Lo psicologo annuì e scrisse qualcosa sul suo block notes.

"E come mai proprio di cemento?" Mi disse in tono impassibile.

"Non... non riesco a volare via. Il cemento è troppo pesante. Non mi sento parte di una famiglia. E voglio andarmene... ma non posso... capisce?"

"Si"

Non era vero. Non mi capiva affatto. Credeva di poter risolvere il mio problema, ma il fatto è che io non avevo nessun problema. Mia madre mi obbligò ad andarci. Pensava che ancora non avevo elaborato il fatto che lei e mio padre si erano separati.

"Perché non mi parli della tua famiglia?"

No, vaffanculo... sono cazzi miei

"Certo... cosa vuole sapere?" Dissi io, cercando di ignorare la voce nella mia testa.

"Non so... parlami dei tuoi genitori e delle loro famiglie"

"Non c'è molto da dire. I miei si odiano. Non vogliono neanche vedersi. Si sono risposati con persone diverse. Se non fosse per me, neanche si parlerebbero... non che ora lo facciano... si limitano al saluto, e certe volte neanche a quello."

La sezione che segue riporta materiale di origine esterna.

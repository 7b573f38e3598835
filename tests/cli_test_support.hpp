// What the tests of the `tenon` tool share: running it in process and a
// scratch directory per test case.
#pragma once

#include <algorithm>
#include <filesystem>
#include <fstream>
#include <sstream>
#include <string>
#include <system_error>
#include <vector>

#include <cli/cli.hpp>

namespace cli_test {

struct cli_result {
    int status = -1;
    std::string out, err;
};

/// Runs `tenon args...` in process with the given environment.
inline cli_result run_tool(std::vector<std::string> args, const tenon_cli::cli_environment& env = {}) {
    args.insert(args.begin(), "tenon");
    std::vector<char*> argv;
    for (auto& a : args) argv.push_back(a.data());
    std::ostringstream out, err;
    cli_result r;
    r.status = tenon_cli::run_cli(static_cast<int>(argv.size()), argv.data(), out, err, env);
    r.out = out.str();
    r.err = err.str();
    return r;
}

/// A fresh, empty directory per test case, removed at the end:
/// <temp>/<prefix><name>.
class scratch_dir {
public:
    scratch_dir(const std::string& prefix, const std::string& name) : path_(std::filesystem::temp_directory_path() / (prefix + name)) {
        std::filesystem::remove_all(path_);
        std::filesystem::create_directories(path_);
    }
    ~scratch_dir() {
        std::error_code ec;
        std::filesystem::remove_all(path_, ec);
    }
    scratch_dir(const scratch_dir&) = delete;
    scratch_dir& operator=(const scratch_dir&) = delete;
    std::string file(const std::string& name) const { return (path_ / name).string(); }
    std::string write(const std::string& name, const std::string& content) const {
        std::ofstream(file(name), std::ios::binary) << content;
        return file(name);
    }
    std::vector<std::string> listing() const {
        std::vector<std::string> names;
        for (const auto& e : std::filesystem::directory_iterator(path_)) names.push_back(e.path().filename().string());
        std::sort(names.begin(), names.end());
        return names;
    }

private:
    std::filesystem::path path_;
};

inline std::string read_file(const std::string& path) {
    std::ifstream in(path, std::ios::binary);
    std::ostringstream s;
    s << in.rdbuf();
    return s.str();
}

}  // namespace cli_test
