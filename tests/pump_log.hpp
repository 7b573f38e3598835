// The invented cooling-pump log several test files train on: flow [m3/h],
// head [m], fluid, motor power [kW] = flow * head * density / (367
// efficiency) + noise, and a condition class from the efficiency and the
// head (an invented rule). One place for the physics; each test writes the
// columns it needs.
#pragma once

#include <cmath>
#include <cstddef>

#include <tenon/core/random.hpp>

namespace pump_log {

inline constexpr const char* fluid_names[] = {"water", "glycol", "brine"};
inline constexpr double fluid_density[] = {1.0, 1.07, 1.2};

inline double efficiency(double flow) { return 0.55 + 0.25 * std::exp(-std::pow((flow - 70.0) / 40.0, 2)); }
inline const char* condition(double flow, double head) { return efficiency(flow) < 0.62 ? "worn" : (head > 30.0 ? "cavitating" : "ok"); }
/// Motor power with measurement noise N(0, 0.05) drawn from `rng`.
inline double power(double flow, double head, std::size_t fluid, tenon::random_engine& rng) {
    return flow * head * fluid_density[fluid] / (367.0 * efficiency(flow)) + rng.normal(0.0, 0.05);
}

struct reading {
    double flow = 0, head = 0, power = 0;
    std::size_t fluid = 0;
    const char* fluid_name() const { return fluid_names[fluid]; }
    const char* condition() const { return pump_log::condition(flow, head); }
};

/// One reading of the standard plant: flow 20-120, head 5-40, any fluid.
inline reading draw(tenon::random_engine& rng) {
    reading r;
    r.flow = rng.uniform(20.0, 120.0);
    r.head = rng.uniform(5.0, 40.0);
    r.fluid = static_cast<std::size_t>(rng.below(3));
    r.power = power(r.flow, r.head, r.fluid, rng);
    return r;
}

}  // namespace pump_log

"E i tuoi amici? Insomma, hai amici?" Disse con il suo solito tono impassibile, ma questa volta si poteva notare un accento di preoccuoazione.

"Io non ho conoscenze... solo vere amicizie, anche se poche, e per loro darei la vita..."

"Capisco..."

No, lei non capisce un cazzo.

"Come mai i suoi genitori si sono separati?"

Ma i cavoli tuoi mai eh?

"Mio padre tradì mia madre con una ragazza che portava a casa tutte le sere. Mia madre era sempre al lavoro, quindi non si accorgeva di nulla. Mio padre era talmente disperato che chiamò Monique anche quando c'era mia madre. Quando lei li scoprì a letto insieme non disse nulla. Sembrava non importargli molto. Il giorno dopo si presentò a casa con le carte del divorzio."

"E ora questa Monique..."

È una stronza che mi ha rovinato la vita e desidero ardentemente che muoia

"È la moglie di mio padre."

"Ha cambiato lavoro?"

"sì"

"Avverto un profondo odio per questa Monique..."

No ma dai?! Lei è solo la bastarda che mi ha rovinato la vita... ma io mica la odio... nono... guarda...(ironia alle stelle)

"Forse"

Il timer squillò. La mia ora di seduta era finalmente terminata. Bussarono alla porta ed io mi alzai dal lettino. Era mia madre che era venuta a prendermi. Questa settimana ero da lei.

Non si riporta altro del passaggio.